Boeing connaissait les fautes de son avion

Boeing a admis que ses ingénieurs avaient découvert un problème avec l’avion 737 Max en 2017 – un an avant que l’avion ne soit impliqué dans deux collisions meurtrières – mais n’a pris aucune mesure. Dans l’affirmation détaillée, la plus grande entreprise aérospatiale du monde a déclaré qu’une position d’invasion (AOA) était en désaccord, une alerte de sécurité qui indiquait aux pilotes que deux détecteurs enregistraient des détails contradictoires, avait été involontairement formulée. . L’administration de l’aviation du gouvernement fédéral américain (FAA) a expliqué que Boeing ne l’avait pas informé de la préoccupation liée à la demande jusqu’en novembre 2018 – une fois par mois l’accident de Lion Oxygen – mais qu’il s’agissait en fait d’un problème «à faible risque». La perspective de vol de l’avion est connue pour ses problèmes dans 737 catastrophes Optimum. Boeing a déclaré que lors d’accidents, des informations erronées de l’AOA avaient été transmises au système de renforcement des attributs de manœuvre (MCAS), le processus de contrer-installation de l’avion récemment examiné. Les 737 avions Maximum ont tous été bloqués au sol en mars après l’effondrement d’un vol de la compagnie aérienne Ethiopian Airlines, éliminant 157 personnes. En octobre dernier, un avion Lion Oxygen s’est écrasé et a tué 189 personnes.
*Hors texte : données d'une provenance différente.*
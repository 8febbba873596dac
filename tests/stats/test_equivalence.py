from __future__ import annotations

import json
import math
import statistics
import time
from typing import Any

import numpy as np
import pandas as pd
import pytest
import statsmodels.formula.api as smf
from scipy import stats as sps
from statsmodels.stats.anova import anova_lm

from service.stats.deadlines import ComputeTimeExceeded
from service.stats.equivalence import (
    ROUNDING_RULE,
    AverageBioequivalence,
    average_bioequivalence,
    average_bioequivalence_to_json,
    judge_ratio_interval,
    round_percent,
    tmax_summary,
)

WILLIAMS_3 = ("PRT", "RTP", "TPR", "PTR", "RPT", "TRP")


def simulate(
    seed: int, orders: dict[str, int], *, log_ratio: float = -0.03, cv_within: float = 0.2,
    sd_between: float = 0.35, period_effects: tuple[float, ...] = (0.0, 0.05, -0.04),
) -> pd.DataFrame:
    """Long-form crossover data from a seeded lognormal model (constructed, no published set).

    ``orders`` maps a sequence label, whose letters are the treatments by period, to its number
    of subjects. Treatment effects: R = 0, T = log_ratio, P (placebo) = -1.
    """
    rng = np.random.default_rng(seed)
    sigma_w = math.sqrt(math.log1p(cv_within**2))
    effect = {"R": 0.0, "T": log_ratio, "P": -1.0}
    rows: list[dict[str, Any]] = []
    number = 0
    for sequence, n in orders.items():
        for _ in range(n):
            number += 1
            subject = f"S{number:03d}"
            subject_effect = rng.normal(0.0, sd_between)
            for period, treatment in enumerate(sequence, start=1):
                log_y = (4.0 + subject_effect + period_effects[period - 1] + effect[treatment]
                         + rng.normal(0.0, sigma_w))
                rows.append({"subject": subject, "sequence": sequence, "period": period,
                             "treatment": treatment, "y": math.exp(log_y)})
    return pd.DataFrame(rows)


def analyse(df: pd.DataFrame, **kwargs: Any) -> AverageBioequivalence:
    return average_bioequivalence(
        subjects=list(df["subject"]), sequences=list(df["sequence"]),
        periods=[int(p) for p in df["period"]], treatments=list(df["treatment"]),
        values=df["y"].to_numpy(dtype=np.float64), test="T", reference="R", **kwargs)


CASES = {
    "balanced_2x2": ({"TR": 12, "RT": 12}, False),
    "unbalanced_2x2": ({"TR": 13, "RT": 11}, False),
    "three_period_williams": ({s: 3 for s in WILLIAMS_3}, False),
    "three_period_t_and_r_only": ({s: 4 for s in WILLIAMS_3}, True),
}


@pytest.mark.parametrize("case", sorted(CASES))
def test_contrast_matches_statsmodels_ols(case: str) -> None:
    """Source: statsmodels OLS ``np.log(y) ~ C(subject) + C(period) + C(treatment)`` (full-rank
    form of the same fixed-effects crossover model), T − R contrast by ``t_test``."""
    orders, drop_placebo = CASES[case]
    df = simulate(11 + len(case), orders)
    if drop_placebo:
        df = df[df["treatment"] != "P"].reset_index(drop=True)
    result = analyse(df)
    fit = smf.ols("np.log(y) ~ C(subject) + C(period) + C(treatment)", data=df).fit()
    # Treatment coding with the first sorted level as base: P when present, else R.
    hypothesis = ("C(treatment)[T.T] - C(treatment)[T.R] = 0" if "P" in set(df["treatment"])
                  else "C(treatment)[T.T] = 0")
    tt = fit.t_test(hypothesis)
    ci = np.asarray(tt.conf_int(alpha=0.10)).ravel()
    assert result.df == int(fit.df_resid)
    assert result.log_difference == pytest.approx(float(np.squeeze(tt.effect)), rel=1e-8,
                                                  abs=1e-12)
    assert result.standard_error == pytest.approx(float(np.squeeze(tt.sd)), rel=1e-8)
    assert result.ratio_lower_percent == pytest.approx(100 * math.exp(ci[0]), rel=1e-8)
    assert result.ratio_upper_percent == pytest.approx(100 * math.exp(ci[1]), rel=1e-8)
    assert result.residual_mean_square == pytest.approx(float(fit.mse_resid), rel=1e-8)


def test_two_by_two_period_difference_closed_form() -> None:
    """Source: the 2×2 crossover analysis by half period differences d = (P2 − P1)/2, compared
    between sequences with a pooled two-sample t on n1 + n2 − 2 df (Jones & Kenward, Design and
    Analysis of Cross-Over Trials — from memory); estimate = (mean_TR − mean_RT) with sign
    such that TR's d is (R − T)/2, i.e. T − R = mean_RT(d) − mean_TR(d)."""
    df = simulate(2024, {"TR": 13, "RT": 11})
    result = analyse(df)
    wide = df.assign(ly=np.log(df["y"])).pivot(index="subject", columns="period", values="ly")
    seq = df.groupby("subject")["sequence"].first()
    d = (wide[2] - wide[1]) / 2.0
    d_tr, d_rt = d[seq == "TR"].to_numpy(), d[seq == "RT"].to_numpy()
    n1, n2 = d_tr.size, d_rt.size
    estimate = d_rt.mean() - d_tr.mean()
    s2 = ((n1 - 1) * d_tr.var(ddof=1) + (n2 - 1) * d_rt.var(ddof=1)) / (n1 + n2 - 2)
    se = math.sqrt(s2 * (1 / n1 + 1 / n2))
    t_crit = sps.t.ppf(0.95, n1 + n2 - 2)
    assert result.df == n1 + n2 - 2
    assert result.log_difference == pytest.approx(estimate, rel=1e-10)
    assert result.standard_error == pytest.approx(se, rel=1e-10)
    assert result.ratio_lower_percent == pytest.approx(100 * math.exp(estimate - t_crit * se),
                                                       rel=1e-10)
    assert result.ratio_upper_percent == pytest.approx(100 * math.exp(estimate + t_crit * se),
                                                       rel=1e-10)


def test_tost_p_values_and_cv_from_scipy_t() -> None:
    """Source: Schuirmann 1987 (J Pharmacokinet Biopharm 15:657–680) one-sided t statistics,
    evaluated with scipy.stats.t; within-subject CV = 100·sqrt(exp(MSE) − 1) (lognormal
    identity, common practice); a 90 % interval inside the limits ⇔ both p < 0.05
    (Schuirmann 1987)."""
    df = simulate(7, {"TR": 10, "RT": 10}, log_ratio=0.08)
    r = analyse(df)
    assert r.standard_error is not None and r.residual_mean_square is not None
    t_lo = (r.log_difference - math.log(0.80)) / r.standard_error
    t_hi = (r.log_difference - math.log(1.25)) / r.standard_error
    assert r.p_lower == pytest.approx(1 - sps.t.cdf(t_lo, r.df), rel=1e-9)
    assert r.p_upper == pytest.approx(sps.t.cdf(t_hi, r.df), rel=1e-9)
    assert r.within_subject_cv_percent == pytest.approx(
        100 * math.sqrt(math.exp(r.residual_mean_square) - 1), rel=1e-12)
    assert r.p_lower is not None and r.p_upper is not None
    inside = 80.0 <= r.ratio_lower_percent <= r.ratio_upper_percent <= 125.0  # type: ignore
    assert inside == (max(r.p_lower, r.p_upper) < 0.05)


@pytest.mark.parametrize("log_ratio", [0.0, -0.3])
def test_verdict_agrees_with_both_one_sided_tests(log_ratio: float) -> None:
    """Source: Schuirmann 1987 — the 90 % interval lies within [80, 125] exactly when both
    one-sided 5 % tests reject; a true ratio of 74 % with 40 subjects should fail (common
    practice expectation for a ratio far outside the limits)."""
    df = simulate(99, {"TR": 20, "RT": 20}, log_ratio=log_ratio, cv_within=0.15)
    r = analyse(df)
    assert r.p_lower is not None and r.p_upper is not None
    both_reject = max(r.p_lower, r.p_upper) < 0.05
    assert (r.acceptance.verdict == "within_limits") == both_reject
    assert r.acceptance.verdict == ("within_limits" if log_ratio == 0.0 else "not_within_limits")


@pytest.mark.parametrize("orders", [{"TR": 13, "RT": 11}, {s: 3 for s in WILLIAMS_3}])
def test_sequence_effect_matches_anova_on_subject_sums(orders: dict[str, int]) -> None:
    """Source: statsmodels ``anova_lm`` of the between-subject model ``total ~ C(sequence)`` on
    the per-subject sums of log values (the between-subject stratum of a crossover)."""
    df = simulate(5, orders)
    r = analyse(df)
    totals = (df.assign(ly=np.log(df["y"])).groupby("subject")
              .agg(total=("ly", "sum"), sequence=("sequence", "first")).reset_index())
    table = anova_lm(smf.ols("total ~ C(sequence)", data=totals).fit())
    assert r.sequence_f == pytest.approx(float(table.loc["C(sequence)", "F"]), rel=1e-9)
    assert r.sequence_p == pytest.approx(float(table.loc["C(sequence)", "PR(>F)"]), rel=1e-8)
    assert r.sequence_df_numerator == len(orders) - 1
    assert r.sequence_df_denominator == sum(orders.values()) - len(orders)


def test_sequence_effect_is_squared_pooled_t_on_totals_in_two_by_two() -> None:
    """Source: in a 2×2 the sequence (carry-over) test is the pooled two-sample t on subject
    totals (Jones & Kenward — from memory), with F = t²; computed by scipy.stats.ttest_ind."""
    df = simulate(31, {"TR": 9, "RT": 14})
    r = analyse(df)
    totals = df.assign(ly=np.log(df["y"])).groupby(["sequence", "subject"])["ly"].sum()
    t = sps.ttest_ind(totals["TR"], totals["RT"], equal_var=True)
    assert r.sequence_f == pytest.approx(float(t.statistic) ** 2, rel=1e-9)
    assert r.sequence_p == pytest.approx(float(t.pvalue), rel=1e-8)


def test_rounding_at_the_limits() -> None:
    """Source: two-decimal rounding of the percent bounds before comparison with 80.00–125.00
    (common practice in FDA/EMA guidance; from memory); half away from zero per
    decimal.ROUND_HALF_UP."""
    assert round_percent(79.995) == 80.00
    assert round_percent(79.994) == 79.99
    assert round_percent(125.005) == 125.01
    assert round_percent(125.004) == 125.00
    assert judge_ratio_interval(79.995, 100.0, (80.0, 125.0)).verdict == "within_limits"
    assert judge_ratio_interval(79.994, 100.0, (80.0, 125.0)).verdict == "not_within_limits"
    assert judge_ratio_interval(90.0, 125.004, (80.0, 125.0)).verdict == "within_limits"
    assert judge_ratio_interval(90.0, 125.005, (80.0, 125.0)).verdict == "not_within_limits"
    passed = judge_ratio_interval(79.995, 125.0, (80.0, 125.0))
    assert (passed.lower, passed.upper, passed.rounding) == (80.0, 125.0, ROUNDING_RULE)
    with pytest.raises(ValueError, match="value"):
        round_percent(float("nan"))


def test_row_order_does_not_change_the_result() -> None:
    """Source: least squares depends on the set of observations, not their order (common
    practice: the normalized request sorts records, so results must be order-free)."""
    df = simulate(3, {s: 2 for s in WILLIAMS_3})
    shuffled = df.sample(frac=1.0, random_state=np.random.RandomState(8)).reset_index(drop=True)
    a, b = analyse(df), analyse(shuffled)
    assert a.log_difference == pytest.approx(b.log_difference, rel=1e-10)
    assert a.standard_error == pytest.approx(b.standard_error, rel=1e-10)
    assert a.sequence_f == pytest.approx(b.sequence_f, rel=1e-10)


def test_zero_residual_df_is_undetermined_without_nan() -> None:
    """Source: a 2×2 with one subject per sequence has N − rank = 4 − 4 = 0 residual df
    (dimension count of the model, common practice); output must be strict JSON (RFC 8259
    has no NaN)."""
    df = simulate(1, {"TR": 1, "RT": 1})
    r = analyse(df)
    assert r.df == 0 and r.standard_error is None and r.acceptance.verdict == "undetermined"
    assert "degrees of freedom" in r.acceptance.reason
    assert r.sequence_f is None
    doc = average_bioequivalence_to_json(r)
    json.dumps(doc, allow_nan=False)
    assert {d["code"] for d in doc["warnings"]} >= {"no_residual_df", "no_between_subject_df"}


def test_exact_fit_is_undetermined_without_nan() -> None:
    """Source: values built exactly from subject + period + treatment effects leave a zero
    residual sum of squares (least-squares identity); the contract asks for null plus a code."""
    df = simulate(6, {"TR": 4, "RT": 4})
    effect = {"T": 0.1, "R": 0.0}
    base = {s: 3.0 + 0.1 * i for i, s in enumerate(sorted(set(df["subject"])))}
    df["y"] = [math.exp(base[s] + 0.02 * p + effect[t])
               for s, p, t in zip(df["subject"], df["period"], df["treatment"], strict=True)]
    r = analyse(df)
    assert r.log_difference == pytest.approx(0.1, rel=1e-9)
    assert r.acceptance.verdict == "undetermined" and r.p_lower is None
    assert "zero_residual_variance" in {d.code for d in r.diagnostics}
    json.dumps(average_bioequivalence_to_json(r), allow_nan=False)


def test_json_block_has_the_contract_paths() -> None:
    """Source: DESIGN.md §Average bioequivalence (the public JSON contract)."""
    r = analyse(simulate(4, {"TR": 6, "RT": 6}))
    doc = json.loads(json.dumps(average_bioequivalence_to_json(r), allow_nan=False))
    assert set(doc["log_difference"]) == {"estimate", "standard_error", "df"}
    assert set(doc["ratio_percent"]) == {"estimate", "lower", "upper"}
    assert set(doc["tost"]) == {"p_lower", "p_upper"}
    assert {"f", "p"} <= set(doc["sequence_effect"])
    assert {"limits", "lower", "upper", "verdict", "rounding", "reason"} <= set(doc["acceptance"])
    assert doc["acceptance"]["limits"] == {"lower": 80.0, "upper": 125.0}
    assert doc["confidence_level"] == 0.9 and doc["subjects"] == 12 and doc["observations"] == 24
    assert doc["ratio_percent"]["estimate"] == pytest.approx(
        100 * math.exp(doc["log_difference"]["estimate"]), rel=1e-12)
Il y a 387 avions dans le monde dès que la flotte s’est échouée. «En 2017, plusieurs mois après le début de l’expédition et de la livraison du 737 MAX, les techniciens de Boeing ont déterminé comment le système d’exposition du 737 MAX ne correspondait pas correctement aux demandes d’alerte de désaccord de l’AOA», a expliqué Boeing, Dans les airs ajoutant qu’il avait interrogé ses experts du secteur pour vérifier l’affaire. . « Cet aperçu … a décidé que l’absence de l’alerte AOA Disagree n’avait pas d’incidence négative sur la sécurité ou le fonctionnement de l’aéronef. » Ils ont conclu que le problème pourrait être réparé dans la mise à jour logicielle logicielle suivante. Les deux détecteurs d’attaque de l’avion, la déclaration mentionné, donnez «des détails supplémentaires seulement» et ne sont donc pas considérés comme des dispositifs de sécurité. Boeing a ajouté que l’évaluation de la direction des organisations de personnes âgées n’était «pas impliquée» et n’a pas été mise au courant de la situation juste après le crash de Lion Air.